Yan Bingtao, the 20-year-old Chinese star, rose to the occasion to see off the Scot, 25 years his senior, and claim the title in his debut appearance in the top-16-only tournament.
By PA Media
Last Updated: 18/01/21 6:59am
Yan Bingtao was crowned the youngest Masters champion since Ronnie O’Sullivan in 1995 after sinking John Higgins 10-8 in Milton Keynes.
It was a remarkably composed display from Yan, the world No 11, who twice hit back from two frames behind before seeing off the vastly experienced former two-time winner.
Speaking through a translator, Yan said: “It is how I look all the time – you can’t tell how nervous I am but my heart is really beating out.
“On the last red in the final frame I was so close to the winning line but he still stayed on the table fighting, and that is the most pressured moment I felt.”

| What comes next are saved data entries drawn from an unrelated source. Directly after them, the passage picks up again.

"""Datasheet statistics over units: Min/Typ/Max and guard-banded limits.

Typ is defined here as the mean over the units measured (``typ="median"`` is offered);
Min and Max are the extreme values observed. Guard-banded limits are mean +/- k s with k a
normal tolerance-interval factor: with confidence ``confidence``, at least ``coverage`` of
the population of units lies inside the limits (assuming a normal population).

References
----------
.. [1] NIST/SEMATECH e-Handbook of Statistical Methods, section 7.2.6.3, "Tolerance
       intervals for a normal distribution".
.. [2] W. G. Howe, "Two-sided tolerance limits for normal populations - some
       improvements", J. Amer. Statist. Assoc. 64, 610-620, 1969.
.. [3] R. E. Odeh and D. B. Owen, "Tables for Normal Tolerance Limits, Sampling Plans and
       Screening", Marcel Dekker, 1980 (exact factors; the one-sided factor is a quantile
       of the noncentral t distribution).
"""

from __future__ import annotations

import math
from dataclasses import dataclass
from typing import Literal

import numpy as np
from numpy.typing import ArrayLike
from scipy import optimize, stats

from benchctl.errors import MeasurementError

__all__ = ["GuardBand", "MinTypMax", "guard_band", "min_typ_max", "tolerance_factor"]

Sided = Literal["two", "lower", "upper"]


@dataclass(frozen=True, slots=True)
class MinTypMax:
    """Min/Typ/Max of a parameter over units.

    Attributes
    ----------
    min_value, typ_value, max_value : float
        Smallest observed, typical (see ``typ_definition``), largest observed; in ``unit``.
    sd : float
        Sample standard deviation over units (ddof = 1; 0 for one unit).
    u_typ : float
        Standard uncertainty of ``typ_value`` (s / sqrt(n) for the mean; for the median
        sqrt(pi / 2) s / sqrt(n), the normal-population asymptote).
    n : int
        Number of units.
    typ_definition : str
        ``"mean over units"`` or ``"median over units"``.
    unit : str
        Unit of the values.
    """

    min_value: float
    typ_value: float
    max_value: float
    sd: float
    u_typ: float
    n: int
    typ_definition: str
    unit: str


@dataclass(frozen=True, slots=True)
class GuardBand:
    """Guard-banded datasheet limits mean +/- k s.

    Attributes
    ----------
    lower, upper : float
        Limits (``-inf`` / ``inf`` for the side not asked for).
    mean, sd : float
        Sample mean and standard deviation over units.
    k : float
        Tolerance factor used.
    n : int
        Number of units.
    coverage, confidence : float
        Population fraction covered and confidence level.
    method : str
        How k was obtained.
    """

    lower: float
    upper: float
    mean: float
    sd: float
    k: float
    n: int
    coverage: float
    confidence: float
    method: str


def _values(values: ArrayLike, min_n: int) -> np.ndarray:
    v = np.asarray(values, dtype=np.float64).ravel()
    if v.size < min_n:
        raise MeasurementError(f"{v.size} values; at least {min_n} are needed")
    if not np.all(np.isfinite(v)):
        raise MeasurementError("values hold NaN or inf")
    return v


def min_typ_max(
    values: ArrayLike, *, typ: Literal["mean", "median"] = "mean", unit: str = ""
) -> MinTypMax:
    """Min, Typ and Max of one parameter over units (Typ = mean unless ``typ="median"``)."""
    v = _values(values, 1)
    n = v.size
    sd = float(v.std(ddof=1)) if n > 1 else 0.0
    if typ == "mean":
        t, u, word = float(v.mean()), sd / math.sqrt(n), "mean over units"
    elif typ == "median":
        t, u, word = float(np.median(v)), math.sqrt(math.pi / 2) * sd / math.sqrt(n), (
            "median over units"
        )
    else:
        raise ValueError(f"typ={typ!r} must be 'mean' or 'median'")
    return MinTypMax(float(v.min()), t, float(v.max()), sd, u, n, word, unit)


def _check_prob(name: str, p: float) -> float:
    p = float(p)
    if not 0.0 < p < 1.0:
        raise ValueError(f"{name}={p!r} must be in (0, 1)")
    return p


def _k2_exact(n: int, coverage: float, confidence: float) -> float:
    """Exact two-sided factor: solve the Odeh-Owen integral for k.

    gamma = sqrt(2n/pi) int_0^inf P(chi2_nu > nu r(x)^2 / k^2) exp(-n x^2 / 2) dx, where
    Phi(x + r) - Phi(x - r) = p; Gauss-Legendre quadrature over [0, 10/sqrt(n)].
    """
    nu = n - 1
    nodes, weights = np.polynomial.legendre.leggauss(96)
    half = 5.0 / math.sqrt(n)
    x = half * (nodes + 1.0)
    wq = half * weights
    # Newton from above on the increasing, concave (for r > x) g(r) = Phi(x+r) - Phi(x-r):
    # r0 = x + z_{(1+p)/2} has g(r0) >= p, so the iterates fall monotonically to the root
    r = x + stats.norm.ppf(0.5 * (1.0 + coverage))
    for _ in range(50):  # bounded
        f = stats.norm.cdf(x + r) - stats.norm.cdf(x - r) - coverage
        step = f / (stats.norm.pdf(x + r) + stats.norm.pdf(x - r))
        r -= step
        if np.max(np.abs(step)) < 1e-14:
            break
    dens = np.exp(-0.5 * n * x * x) * wq * math.sqrt(2.0 * n / math.pi)

    def conf(k: float) -> float:
        return float(np.sum(stats.chi2.sf(nu * r * r / (k * k), nu) * dens))

    k_howe = _k2_howe(n, coverage, confidence)
    return optimize.brentq(lambda k: conf(k) - confidence, 0.5 * k_howe, 2.0 * k_howe, xtol=1e-12)


def _k2_howe(n: int, coverage: float, confidence: float) -> float:
    nu = n - 1
    z = stats.norm.ppf(0.5 * (1.0 + coverage))
    chi = stats.chi2.ppf(1.0 - confidence, nu)
    return float(z * math.sqrt(nu * (1.0 + 1.0 / n) / chi))


def tolerance_factor(
    n: int,
    *,
    coverage: float = 0.99,
    confidence: float = 0.95,
    sided: Literal["two", "one"] = "two",
    method: Literal["howe", "exact"] = "howe",
) -> float:
    """Normal tolerance-interval factor k for n units.

    Parameters
    ----------
    n : int
        Number of units (>= 2).
    coverage : float
        Fraction p of the population the interval must hold.
    confidence : float
        Confidence level gamma.
    sided : {"two", "one"}
        Two-sided interval mean +/- k s, or one-sided bound mean + k s (or mean - k s).
    method : {"howe", "exact"}
        Two-sided: Howe's 1969 approximation
        ``k = z_{(1+p)/2} sqrt((n-1)(1 + 1/n) / chi2_{1-gamma, n-1})`` (NIST/SEMATECH
        7.2.6.3), or the exact factor from the Odeh-Owen integral. One-sided: always
        exact, ``k = t'_{gamma}(n - 1, z_p sqrt(n)) / sqrt(n)`` (noncentral t quantile).

    Returns
    -------
    float
    """
    n = int(n)
    if n < 2:
        raise ValueError(f"n={n!r} must be >= 2")
    p = _check_prob("coverage", coverage)
    g = _check_prob("confidence", confidence)
    if sided == "one":
        delta = stats.norm.ppf(p) * math.sqrt(n)
        return float(stats.nct.ppf(g, n - 1, delta) / math.sqrt(n))
    if sided != "two":
        raise ValueError(f"sided={sided!r} must be 'two' or 'one'")
    if method == "howe":
        return _k2_howe(n, p, g)
    if method == "exact":
        return float(_k2_exact(n, p, g))
    raise ValueError(f"method={method!r} must be 'howe' or 'exact'")


def guard_band(
    values: ArrayLike,
    *,
    coverage: float = 0.99,
    confidence: float = 0.95,
    sided: Sided = "two",
    method: Literal["howe", "exact"] = "howe",
) -> GuardBand:
    """Guard-banded limits mean +/- k s from values over units (normal tolerance interval).

    Parameters
    ----------
    values : array_like
        One parameter measured on n >= 2 units.
    coverage, confidence : float
        See :func:`tolerance_factor`.
    sided : {"two", "lower", "upper"}
        Both limits, or only a lower (mean - k s) or an upper (mean + k s) one-sided bound.
    method : {"howe", "exact"}
        Two-sided factor method.
    """
    v = _values(values, 2)
    n = v.size
    mean = float(v.mean())
    sd = float(v.std(ddof=1))
    if sided == "two":
        k = tolerance_factor(n, coverage=coverage, confidence=confidence, sided="two",
                             method=method)
        lo, hi = mean - k * sd, mean + k * sd
        how = f"two-sided normal tolerance interval, k by {method}"
    elif sided in ("lower", "upper"):
        k = tolerance_factor(n, coverage=coverage, confidence=confidence, sided="one")
        lo, hi = (mean - k * sd, math.inf) if sided == "lower" else (-math.inf, mean + k * sd)
        how = "one-sided normal tolerance bound, exact noncentral-t k"
    else:
        raise ValueError(f"sided={sided!r} must be 'two', 'lower' or 'upper'")
    return GuardBand(lo, hi, mean, sd, k, n, float(coverage), float(confidence), how)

Higgins will rue a series of costly errors at crucial moments, but it was Yan, who had come through three straight final-frame deciders to reach the final, who stepped up again when it counted.
From 8-8, Yan produced a superb 70 to move within one of his first major title, then shrugged off the prospect of yet another decider after repelling Higgins’ game attempt to claim three improbable snookers he required.
After the pair shared a nervous opening four frames, Higgins forged ahead with a break of 98 in the fifth frame then a gutsy 37 to establish a 4-2 lead.
A brilliant yellow from Yan set up a 97 clearance to reduce the deficit, but Higgins had re-established his two-frame lead at the end of the first session.
But if Yan had proved anything after winning three consecutive final-frame deciders on his way to the final, it was his ability to thrive under pressure.
In an extraordinary start to the concluding session, Yan retrieved a 67-point deficit with 67 on the table, before brilliantly cutting in the resulting re-spotted black.
A 76 in the next frame punished Higgins for missing an easy yellow, and hauled the young Chinese player level at 5-5.
Drawing on his decades of experience, Higgins chiselled out another two-frame advantage with back-to-back breaks of 74 and 116.
Higgins had the next at his mercy, but an inexplicable in-off from a safety handed Yan the chance to sweep up and ultimately pot a black the Scot left dangling after an attempted double.
Yan pulled level again at 7-7 with a 103, his first century of the final, then nudged in front after Higgins, having hauled back a 55-point deficit, missed a frame-winning blue.
Higgins characteristically shrugged off his error to level with a well-taken 63, but the ice-cool Chinese star replied with 70 to move one frame from victory.
By converting his first opportunity, Yan became only the second player from China to win the tournament, after the 2011 winner Ding Junhui.
Higgins hailed the champion, telling the BBC: “He was fantastic – he’s got such an incredible all-round game.
“I had my chances and I’m sick because I should have gone 6-3 in front and I was in control to go 8-5 in front.
“I’m gutted, but every credit to him – it is a brilliant achievement winning it at such a young age.”